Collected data
▬▬▬▬▬▬

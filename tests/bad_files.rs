//! The bad-file corpus (tests/data/, written by tests/data/make_corpus.py), plus files over
//! the size limit made here. Every file gives no panic and a clear one-line message. Files
//! the app owns (locker, settings, last team) are kept aside byte-identical; team files
//! the user owns are never touched.

use std::path::{Path, PathBuf};
use std::process::Command;

use turnsheet::app::session::Session;
use turnsheet::storage::Store;
use turnsheet::storage::atomic::kept_aside;
use turnsheet::storage::settings::Settings;
use turnsheet::storage::store::{LOCKER_FILE, SETTINGS_FILE, TEAM_FILE};

/// `turnsheet locker list --json` on a data folder holding `bytes` as its locker.
fn list_locker(bytes: &[u8]) -> (tempfile::TempDir, std::process::Output) {
    let dir = tempfile::tempdir().unwrap();
    std::fs::write(dir.path().join(LOCKER_FILE), bytes).unwrap();
    let out = Command::new(env!("CARGO_BIN_EXE_turnsheet"))
        .env("TURNSHEET_DATA_DIR", dir.path())
        .args(["locker", "list", "--json"])
        .output()
        .unwrap();
    (dir, out)
}

fn corpus(kind: &str) -> Vec<(String, Vec<u8>)> {
    let dir = PathBuf::from(env!("CARGO_MANIFEST_DIR"))
        .join("tests/data")
        .join(kind);
    let mut files: Vec<(String, Vec<u8>)> = std::fs::read_dir(&dir)
        .unwrap()
        .map(|e| e.unwrap().path())
        .map(|p| {
            (
                p.file_name().unwrap().to_str().unwrap().to_string(),
                std::fs::read(&p).unwrap(),
            )
        })
        .collect();
    files.sort();
    files
}

/// Made here rather than kept in the repository: over the 1 MB limit.
fn oversized() -> Vec<u8> {
    let mut v = br#"{"schema": 1, "entries": [], "pad": ""#.to_vec();
    v.extend(std::iter::repeat_n(b'x', 1024 * 1024));
    v.extend(b"\"}");
    v
}

/// What each team file must say (besides naming a field or the file).
fn team_expectation(name: &str) -> &'static str {
    match name {
        "binary-garbage.json" => "byte 128 (line 2, column 118)",
        "latin1-name.json" => "not valid UTF-8",
        "count-overflow.json" => "divers[0].cylinders.count",
        "deep-nesting.json" => "divers[0][0]: invalid type: sequence",
        "duplicate-key.json" => "duplicate field",
        "huge-start.json" => "divers[0].start (Ines): 1e308 bar",
        "long-name.json" => "divers[0].name",
        "many-divers.json" => "divers: a team has 2 to 6 divers",
        "nan-literal.json" => "divers[0].start",
        "number-overflow.json" => "number out of range",
        "top-level-array.json" => "team file",
        "unknown-key.json" => "unknown field `colour`",
        "lone-surrogate.json" => "divers[0].name: unexpected end of hex escape",
        "empty.json" | "whitespace-only.json" | "truncated.json" => "EOF",
        other => panic!("add an expectation for tests/data/team/{other}"),
    }
}

fn run(args: &[&str], file: &Path, data_dir: &Path) -> (i32, String, String) {
    let out = Command::new(env!("CARGO_BIN_EXE_turnsheet"))
        .env("TURNSHEET_DATA_DIR", data_dir)
        .args(args)
        .arg(file)
        .output()
        .unwrap();
    (
        out.status.code().unwrap_or(-1),
        String::from_utf8_lossy(&out.stdout).into_owned(),
        String::from_utf8_lossy(&out.stderr).into_owned(),
    )
}

#[test]
fn team_files_are_refused_with_a_clear_line_and_left_untouched() {
    let dir = tempfile::tempdir().unwrap();
    let mut files = corpus("team");
    assert!(files.len() >= 15);
    let mut big = serde_json::to_vec(&serde_json::json!({"units": "metric"})).unwrap();
    big.extend(std::iter::repeat_n(b' ', 1024 * 1024));
    files.push(("oversized.json".to_string(), big));
    for (name, bytes) in &files {
        let path = dir.path().join(name);
        std::fs::write(&path, bytes).unwrap();
        for cmd in [&["plan"][..], &["plan", "--json"], &["chart"]] {
            let t0 = std::time::Instant::now();
            let (code, out, err) = run(cmd, &path, dir.path());
            assert!(t0.elapsed().as_secs() < 5, "{name} is slow");
            assert_eq!(code, 2, "{name} {cmd:?}: {err}");
            assert!(out.is_empty(), "{name}: no plan on bad input");
            assert_eq!(err.lines().count(), 1, "{name}: {err}");
            assert!(err.starts_with("turnsheet: "), "{name}: {err}");
            assert!(!err.contains("panicked"), "{name}: {err}");
            let want = if name == "oversized.json" {
                "the limit is 1 MB"
            } else {
                team_expectation(name)
            };
            assert!(err.contains(want), "{name}: wanted '{want}' in: {err}");
            assert!(err.len() < 700, "{name}: a readable length: {err}");
            assert_eq!(&std::fs::read(&path).unwrap(), bytes, "{name}: untouched");
        }
    }
}

#[test]
fn locker_files_are_kept_aside_byte_identical_and_the_locker_starts_empty() {
    let mut files = corpus("locker");
    assert!(files.len() >= 14);
    files.push(("oversized.json".to_string(), oversized()));
    for (name, bytes) in &files {
        if name == "negative-id.json" {
            // An id that is not a whole number does not make the locker unreadable: the
            // sets are numbered again, said once, and the file stays where it is.
            let (dir, out) = list_locker(bytes);
            let err = String::from_utf8_lossy(&out.stderr);
            assert_eq!(out.status.code(), Some(0), "{name}: {err}");
            assert!(err.contains("numbered again"), "{name}: {err}");
            assert!(kept_aside(dir.path(), LOCKER_FILE).is_empty(), "{name}");
            let v: serde_json::Value = serde_json::from_slice(&out.stdout).unwrap();
            assert_eq!(v["sets"].as_array().unwrap().len(), 1, "{name}");
            continue;
        }
        // Through the command line.
        let (dir, out) = list_locker(bytes);
        let err = String::from_utf8_lossy(&out.stderr);
        // The locker could not be read this time: the list (empty) is printed, and the
        // exit code says so.
        assert_eq!(out.status.code(), Some(4), "{name}: {err}");
        assert_eq!(err.lines().count(), 1, "{name}: {err}");
        assert!(
            err.contains("cylinder locker file could not be read"),
            "{name}: {err}"
        );
        let v: serde_json::Value = serde_json::from_slice(&out.stdout).unwrap();
        assert_eq!(v["sets"].as_array().unwrap().len(), 0, "{name}");
        let kept = kept_aside(dir.path(), LOCKER_FILE);
        assert_eq!(kept.len(), 1, "{name}");
        assert!(
            err.contains(&*kept[0].to_string_lossy()),
            "{name}: says where: {err}"
        );
        assert_eq!(
            &std::fs::read(&kept[0]).unwrap(),
            bytes,
            "{name}: byte-identical"
        );

        // Through the app's store.
        let dir = tempfile::tempdir().unwrap();
        std::fs::write(dir.path().join(LOCKER_FILE), bytes).unwrap();
        let loaded = Store::new(dir.path()).load();
        assert!(loaded.locker.entries.is_empty(), "{name}");
        assert_eq!(loaded.report.messages.len(), 1, "{name}");
        let kept = kept_aside(dir.path(), LOCKER_FILE);
        assert_eq!(
            &std::fs::read(&kept[0]).unwrap(),
            bytes,
            "{name}: byte-identical"
        );
    }
}

/// Settings files with one field that is not usable (a wrong type, an unknown name, a value
/// out of range): that field, named in the message. Every other field of these files is kept.
fn settings_field_problem(name: &str) -> Option<&'static str> {
    match name {
        "unknown-units.json" => Some("units: \"furlongs\""),
        "unknown-key.json" => Some("colour: not a setting"),
        "wrong-type.json" => Some("water_temp_c: \"warm\""),
        "hot-water.json" => {
            Some("water_temp_c: 300.0 is not usable (allowed -2 to 40 °C); back to 20 °C")
        }
        "zero-step.json" => {
            Some("gauge_step_bar: 0 is not usable (allowed 1 to 50 bar); back to 10 bar")
        }
        "unknown-rule.json" => Some("rule: \"tenths\""),
        _ => None,
    }
}

#[test]
fn settings_files_are_kept_aside_byte_identical_and_the_app_opens() {
    let mut files = corpus("settings");
    assert!(files.len() >= 13);
    files.push(("oversized.json".to_string(), oversized()));
    for (name, bytes) in &files {
        let dir = tempfile::tempdir().unwrap();
        std::fs::write(dir.path().join(SETTINGS_FILE), bytes).unwrap();
        let session = Session::open(Store::new(dir.path()));
        let said = session.status.text();
        let kept = kept_aside(dir.path(), SETTINGS_FILE);
        assert_eq!(kept.len(), 1, "{name}");
        assert!(said.contains(&*kept[0].to_string_lossy()), "{name}: {said}");
        assert_eq!(
            &std::fs::read(&kept[0]).unwrap(),
            bytes,
            "{name}: byte-identical"
        );
        assert_eq!(said.lines().count(), 1, "{name}: {said}");
        match settings_field_problem(name) {
            None => {
                assert!(
                    said.contains("settings file could not be read"),
                    "{name}: {said}"
                );
                assert!(!dir.path().join(SETTINGS_FILE).exists(), "{name}");
            }
            Some(field) => {
                assert!(said.contains(field), "{name}: wanted '{field}' in: {said}");
                assert!(said.contains("The other settings were kept"), "{name}");
                // The good fields are kept, and saved again at once.
                let found: serde_json::Value = serde_json::from_slice(bytes).unwrap();
                let saved: serde_json::Value =
                    serde_json::from_slice(&std::fs::read(dir.path().join(SETTINGS_FILE)).unwrap())
                        .unwrap();
                let defaults = serde_json::to_value(Settings::default()).unwrap();
                for (key, value) in saved.as_object().unwrap() {
                    // A field the file did not have (written before it existed)
                    // takes its default.
                    let want = if field.starts_with(&format!("{key}:")) {
                        &defaults[key]
                    } else {
                        found.get(key).unwrap_or(&defaults[key])
                    };
                    assert_eq!(
                        value.as_f64().map_or(value.clone(), |x| x.into()),
                        want.as_f64().map_or(want.clone(), |x| x.into()),
                        "{name}: {key}"
                    );
                }
            }
        }
    }
}

/// The team corpus as the app's saved last team: every one is kept aside byte-identical,
/// whether it fails to read or reads but does not plan, and the demo team opens instead.
#[test]
fn last_team_files_are_kept_aside_byte_identical_and_the_app_opens() {
    let mut files = corpus("team");
    files.push(("oversized.json".to_string(), oversized()));
    for (name, team) in &files {
        let mut bytes = br#"{"schema": 1, "team": "#.to_vec();
        bytes.extend(team);
        bytes.extend(b"}");
        let dir = tempfile::tempdir().unwrap();
        std::fs::write(dir.path().join(TEAM_FILE), &bytes).unwrap();
        let session = Session::open(Store::new(dir.path()));
        let said = session.status.text();
        assert!(said.contains("last team"), "{name}: {said}");
        let kept = kept_aside(dir.path(), TEAM_FILE);
        assert_eq!(kept.len(), 1, "{name}: {said}");
        assert_eq!(
            std::fs::read(&kept[0]).unwrap(),
            bytes,
            "{name}: byte-identical"
        );
        assert!(
            session.team.plan().divers.len() >= 2,
            "{name}: a team is shown"
        );
    }
}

▬▬▬▬▬▬

◆ WORK TO BE COMPLETED
What must be returned is only the number of lines in the records that hold the word "contains".

◆ RESPONSE TO THIS TASK
10